Da war ich also wieder mal so ein Dienstarzt und in meiner Tasche steckte glorreich ein Notfallpiepser. Der Notfallpiepser bricht in ohrenbetäubendes Piepsen aus, sobald irgendwo in der Klinik ein lebensbedrohlicher Notfall vorfällt und einer der Involvierten gleich einer Reanimation bedarf. Vermutlich.
Manchmal ist es nämlich nur ein Kommunikationszentralenherr, der die korrekte Funktion des Piepsakts überprüft. Alle Piepserbesitzer begeben sich im Rahmen des Piepsgeschehens dann sofort zum Notfallgeschehen und führen wichtige Notfallhandlungen aus.
Egal, ich trug also diesen Piepser und weil in so einem Krankenhaus jetzt nicht dauernd jemand stirbt, piepst dieser auch fast nie. Dann ging ich irgendwann mal aufs Klo, weil ich da schon länger nicht mehr gewesen war.
Während meines Kloaufenthaltes klingelte dann auch gleich das Telefon. Nun erwartete ich auch tatsächlich einen sehr wichtigen Anruf vom Labor. Deswegen drückte ich „Anruf annehmen“ und es überfiel mich statt des Labors Frau Miederfanns Sohn, der mehr Details zum Gesundheitszustand seiner Mutter in Erfahrungen bringen wollte und leider ein unverbesserlicher öh ... hm ... also wenn andere Leute „Hallo“ sagen, dann sagte Herr Miederfann mindestens:
„Und einen schönen guten Tag wünsche ich Ihnen hiermit an diesem Tag heute und hier, der wirklich gut ist dieser Tag, finden Sie nicht auch?

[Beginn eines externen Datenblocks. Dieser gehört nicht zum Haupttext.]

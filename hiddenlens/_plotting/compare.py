"""Drawing of compare results (matplotlib only; called by the results' ``.plot``)."""

from __future__ import annotations

from collections.abc import Iterable, Mapping, Sequence
from typing import Any

import numpy as np

_HATCHES = ("", "//", "..", "xx", "\\\\", "++", "oo", "--")


def _run_of(label: str, names: Sequence[str]) -> int | None:
    """Index of the run a legend label names (the name itself, or the name and a note)."""
    for i, n in enumerate(names):
        if label == n or label.startswith(f"{n} ("):
            return i
    return None


def _style_runs(ax: Any, names: Sequence[str], styles: Sequence[Mapping[str, Any]]) -> None:
    """Give each run's lines its colour, line style and sparse markers, its bars a hatch."""
    for line in ax.get_lines():
        i = _run_of(str(line.get_label()), names)
        if i is None:
            continue
        n_points = len(line.get_xdata())
        st = dict(styles[i])
        if n_points > 12:
            st["markevery"] = max(1, n_points // 10)
        line.set(**st)
    for cont in getattr(ax, "containers", []):
        i = _run_of(str(cont.get_label()), names)
        if i is None:
            continue
        for patch in cont:
            patch.set(facecolor=styles[i]["color"], hatch=_HATCHES[i % len(_HATCHES)],
                      edgecolor="white" if i else styles[i]["color"])


def draw_overlay(results: Mapping[str, Any], ax: Any = None, *, overlay: Any = None,
                 title: str = "", colors: Sequence[str] | None = None):
    """Draw one analysis of several runs on one Axes; ``results`` maps run name -> result.

    ``overlay(runs, ax)`` (the analysis spec's) draws; without one, each run's ``.plot``
    draws on the same Axes. Runs are told apart by colour (the colour-blind-safe Okabe-Ito
    palette, see :func:`run_style`) and by line style, marker and bar hatch, so they stay
    apart in grey print and under colour-vision deficiencies. ``colors`` gives one colour per
    run instead of the palette.
    """
    from .style import get_axes, no_mathtext, run_style

    ax = get_axes(ax)
    runs = [(str(n), r) for n, r in results.items()]
    styles = [run_style(i) for i in range(len(runs))]
    if colors is not None:
        colors = list(colors)
        for i, st in enumerate(styles):
            st["color"] = colors[i % len(colors)] if colors else st["color"]
    if styles:
        ax.set_prop_cycle(color=[st["color"] for st in styles],
                          linestyle=[st["linestyle"] for st in styles])
    if overlay is not None:
        overlay(runs, ax)
    else:
        for _, r in runs:
            r.plot(ax=ax)
    _style_runs(ax, [n for n, _ in runs], styles)
    ax.set_title(title)
    if ax.get_legend_handles_labels()[0]:
        ax.legend(fontsize="small")
    no_mathtext(ax)  # run names are the user's: plain text, not mathtext
    return ax


def plot_cka(cka: Any, names: Iterable[str], ax: Any = None, **kw: Any):
    """Draw a runs x runs CKA matrix with its values written in the cells."""
    from .style import get_axes, no_mathtext

    ax = get_axes(ax)
    names = list(names)
    m = np.asarray(cka, dtype=float)
    im = ax.imshow(m, vmin=0.0, vmax=1.0, cmap=kw.pop("cmap", "viridis"), **kw)
    ax.set_xticks(range(len(names)), names, rotation=30, ha="right")
    ax.set_yticks(range(len(names)), names)
    for i in range(m.shape[0]):
        for j in range(m.shape[1]):
            ax.text(j, i, f"{m[i, j]:.2f}", ha="center", va="center",
                    color="black" if m[i, j] > 0.6 else "white", fontsize="small")
    ax.figure.colorbar(im, ax=ax, label="linear CKA")
    ax.set_title("Linear CKA of hidden states")
    return no_mathtext(ax)
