"""Drawing of task memory results (matplotlib only; called by the results' ``.plot``)."""

from __future__ import annotations

from typing import Any

import numpy as np


def draw_task_memory(result, ax: Any = None, *, kind: str = "curve", **kw: Any):
    """Draw the score curve with its chance band (``kind="curve"``) or the cross-temporal
    matrix (``kind="cross_temporal"``).

    Returns
    -------
    matplotlib Axes
    """
    from .style import get_axes

    if kind not in ("curve", "cross_temporal"):
        raise ValueError(f"kind must be 'curve' or 'cross_temporal', got {kind!r}")
    ax = get_axes(ax)
    if kind == "cross_temporal":
        if result.cross_temporal is None:
            raise ValueError("no cross-temporal matrix was computed; rerun task_memory "
                             "with cross_temporal=True")
        lo, hi = result.lags[0] - 0.5, result.lags[-1] + 0.5
        image = ax.imshow(result.cross_temporal, origin="lower", extent=(lo, hi, lo, hi),
                          cmap=kw.pop("cmap", "viridis"), aspect="auto", **kw)
        ax.figure.colorbar(image, ax=ax, label=result.score_name)
        ax.set_xlabel("test lag (steps after onset)")
        ax.set_ylabel("train lag (steps after onset)")
        ax.set_title("cross-temporal generalisation")
        return ax
    line, = ax.plot(result.lags, result.scores, marker=".", label=result.score_name, **kw)
    ax.fill_between(result.lags, result.scores - result.spread, result.scores + result.spread,
                    color=line.get_color(), alpha=0.2, lw=0)
    ax.plot(result.lags, result.chance, ls=":", color="0.4", label="permutation mean")
    ax.fill_between(result.lags, np.nanmin(result.null_scores, axis=0), result.band,
                    color="0.6", alpha=0.3, lw=0,
                    label=f"chance band ({100 * (1 - result.level):.0f}%)")
    if result.span >= 0:
        ax.axvline(result.span, color="tab:red", lw=0.8, label=f"span {result.span}")
    ax.set_xlabel("lag (steps after onset)")
    ax.set_ylabel(result.score_name)
    ax.set_title(f"task memory: span {result.span}")
    ax.legend(fontsize="small")
    return ax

Auf jeden Fall begrüße ich sie hiermit und nun ...“
Ich versuchte Herrn Miederfann klarzumachen, dass es jetzt echt unpassend sei und ich später zurückrufen würde, was in einer Unterhaltung ähnlich dieser hier resultierte:
„Das ist jetzt sehr ein schlechter Zeitpunkt. Ich ...“
„Ah, jaja, verstehe, Frau Zorgcooperations. Da haben Sie sicher sehr viel zu tun. Heute ist es ja auch so heiß draußen. Da gibt es sicher viele Kranke. Ja, da müssen Sie sicher viel tun und ich will Sie dabei gar nicht behindern. Nein, ich bewundere was die Ärzte heutzutage so leisten!“
„Vielen Dank, Herr Miederfann. Da würde ich Sie später zurückrufe ...“
„Das ist aber nett von Ihnen, Frau Zorgcooperations. Ich muss wirklich wissen, wie es meiner Mutter geht. Sie hat diese Arthrose schon so lange. Wir wissen gar nicht, was wir machen sollen. Früher hat sie ja noch Sport gemacht und ist immer zur Frauengymnastik gegangen. Aber jetzt, wo auch noch ihre Katze Fifi gestorben ist ...“
Ich überlegte, ob es sehr unhöflich wäre, nun einfach aufzulegen und versuchte gleichzeitig, meine Hose anzuziehen, ohne das Telefon ins Klo zu werfen, welches wackelig zwischen meinem Ohr und der Schulter klemmte.
„PIEP! PIEP! PIEP!“, erklang da mein Notfallpiepser.
„Oh, ein Notfall. Jetzt muss ich wirklich aufhören.“
„Ahhh, ein Notfall. Da möchte ich Sie natürlich nicht aufhalten. Das ist sicher sehr wichtig. Meine Mutter ...“
Hier sagte ich verzweifelt ganz schnell: „Tschüss, Herr Miederfann“, legte auf, warf Desinfektionsmittel über meine Hände und das Telefon und begab mich unauffällig zum Notfallort.